→ Available data

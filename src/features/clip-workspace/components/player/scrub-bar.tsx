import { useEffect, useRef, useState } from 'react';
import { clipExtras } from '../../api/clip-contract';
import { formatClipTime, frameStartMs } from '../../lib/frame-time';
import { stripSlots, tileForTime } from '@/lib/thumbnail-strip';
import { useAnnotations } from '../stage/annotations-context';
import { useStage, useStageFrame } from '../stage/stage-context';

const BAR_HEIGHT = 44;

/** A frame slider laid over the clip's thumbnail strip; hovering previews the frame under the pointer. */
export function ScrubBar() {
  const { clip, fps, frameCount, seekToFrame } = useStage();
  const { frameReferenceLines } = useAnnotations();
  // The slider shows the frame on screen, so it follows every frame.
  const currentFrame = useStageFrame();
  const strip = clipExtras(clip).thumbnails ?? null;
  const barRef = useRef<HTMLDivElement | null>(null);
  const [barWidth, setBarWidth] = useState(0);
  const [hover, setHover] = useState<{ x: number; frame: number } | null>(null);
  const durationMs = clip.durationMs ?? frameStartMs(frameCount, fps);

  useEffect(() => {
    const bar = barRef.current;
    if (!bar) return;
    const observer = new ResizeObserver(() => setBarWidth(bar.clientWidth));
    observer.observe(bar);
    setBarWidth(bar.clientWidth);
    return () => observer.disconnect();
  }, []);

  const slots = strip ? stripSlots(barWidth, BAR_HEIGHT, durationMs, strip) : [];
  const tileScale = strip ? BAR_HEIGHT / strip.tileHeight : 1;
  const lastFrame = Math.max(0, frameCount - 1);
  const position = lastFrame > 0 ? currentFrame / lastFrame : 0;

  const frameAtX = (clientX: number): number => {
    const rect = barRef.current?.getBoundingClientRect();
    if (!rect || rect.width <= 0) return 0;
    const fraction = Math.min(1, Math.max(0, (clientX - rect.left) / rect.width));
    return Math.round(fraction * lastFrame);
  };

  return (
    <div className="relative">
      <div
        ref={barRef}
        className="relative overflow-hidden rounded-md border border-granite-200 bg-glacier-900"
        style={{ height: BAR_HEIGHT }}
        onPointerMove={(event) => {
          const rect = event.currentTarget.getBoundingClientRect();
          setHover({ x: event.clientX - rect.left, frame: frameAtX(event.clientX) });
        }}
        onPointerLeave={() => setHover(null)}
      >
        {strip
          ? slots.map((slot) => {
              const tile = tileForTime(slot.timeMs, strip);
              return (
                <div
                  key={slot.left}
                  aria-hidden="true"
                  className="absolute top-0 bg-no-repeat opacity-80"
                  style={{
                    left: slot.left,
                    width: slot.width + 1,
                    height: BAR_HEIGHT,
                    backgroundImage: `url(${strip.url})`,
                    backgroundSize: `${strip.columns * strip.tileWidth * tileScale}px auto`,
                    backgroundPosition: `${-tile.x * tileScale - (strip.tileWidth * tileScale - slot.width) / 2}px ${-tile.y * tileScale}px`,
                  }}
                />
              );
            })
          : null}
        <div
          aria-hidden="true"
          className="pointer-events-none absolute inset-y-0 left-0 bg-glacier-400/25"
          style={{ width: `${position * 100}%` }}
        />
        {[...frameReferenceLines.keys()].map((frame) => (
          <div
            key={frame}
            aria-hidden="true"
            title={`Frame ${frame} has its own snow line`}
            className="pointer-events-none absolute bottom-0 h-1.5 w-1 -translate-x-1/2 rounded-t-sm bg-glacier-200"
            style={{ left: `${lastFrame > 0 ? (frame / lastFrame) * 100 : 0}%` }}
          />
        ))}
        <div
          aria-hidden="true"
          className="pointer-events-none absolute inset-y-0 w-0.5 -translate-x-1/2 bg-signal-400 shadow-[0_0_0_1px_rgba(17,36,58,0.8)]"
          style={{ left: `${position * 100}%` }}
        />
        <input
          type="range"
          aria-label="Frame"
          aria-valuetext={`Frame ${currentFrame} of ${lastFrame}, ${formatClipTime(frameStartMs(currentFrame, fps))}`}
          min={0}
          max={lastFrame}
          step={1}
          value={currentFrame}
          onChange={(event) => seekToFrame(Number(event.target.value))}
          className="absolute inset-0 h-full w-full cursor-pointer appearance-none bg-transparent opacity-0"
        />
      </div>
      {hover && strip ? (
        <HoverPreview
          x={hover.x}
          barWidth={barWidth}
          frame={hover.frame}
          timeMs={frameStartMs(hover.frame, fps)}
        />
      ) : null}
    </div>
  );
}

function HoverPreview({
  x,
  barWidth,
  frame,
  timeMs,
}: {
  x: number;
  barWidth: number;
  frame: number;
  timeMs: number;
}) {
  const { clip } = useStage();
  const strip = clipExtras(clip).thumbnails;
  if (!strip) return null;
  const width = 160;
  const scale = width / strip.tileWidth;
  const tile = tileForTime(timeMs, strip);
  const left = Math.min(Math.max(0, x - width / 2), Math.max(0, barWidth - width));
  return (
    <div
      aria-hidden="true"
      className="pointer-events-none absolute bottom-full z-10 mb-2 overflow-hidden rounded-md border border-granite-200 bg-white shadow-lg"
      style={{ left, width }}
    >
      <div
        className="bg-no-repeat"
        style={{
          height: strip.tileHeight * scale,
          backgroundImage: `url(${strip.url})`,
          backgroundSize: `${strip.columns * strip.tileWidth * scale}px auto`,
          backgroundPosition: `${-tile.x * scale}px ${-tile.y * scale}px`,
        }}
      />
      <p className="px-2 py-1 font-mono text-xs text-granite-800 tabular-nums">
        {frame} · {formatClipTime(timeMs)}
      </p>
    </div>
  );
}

→ Work instruction
All that is wanted is an exact copy of the lines above from the one with "barWidth: number;" through the one with "const left = Math.min(Math.max(0, x", with both ends included.

→ Problem solution
  barWidth: number;
  frame: number;
  timeMs: number;
}) {
  const { clip } = useStage();
  const strip = clipExtras(clip).thumbnails;
  if (!strip) return null;
  const width = 160;
  const scale = width / strip.tileWidth;
  const tile = tileForTime(timeMs, strip);
  const left = Math.min(Math.max(0, x - width / 2), Math.max(0, barWidth - width));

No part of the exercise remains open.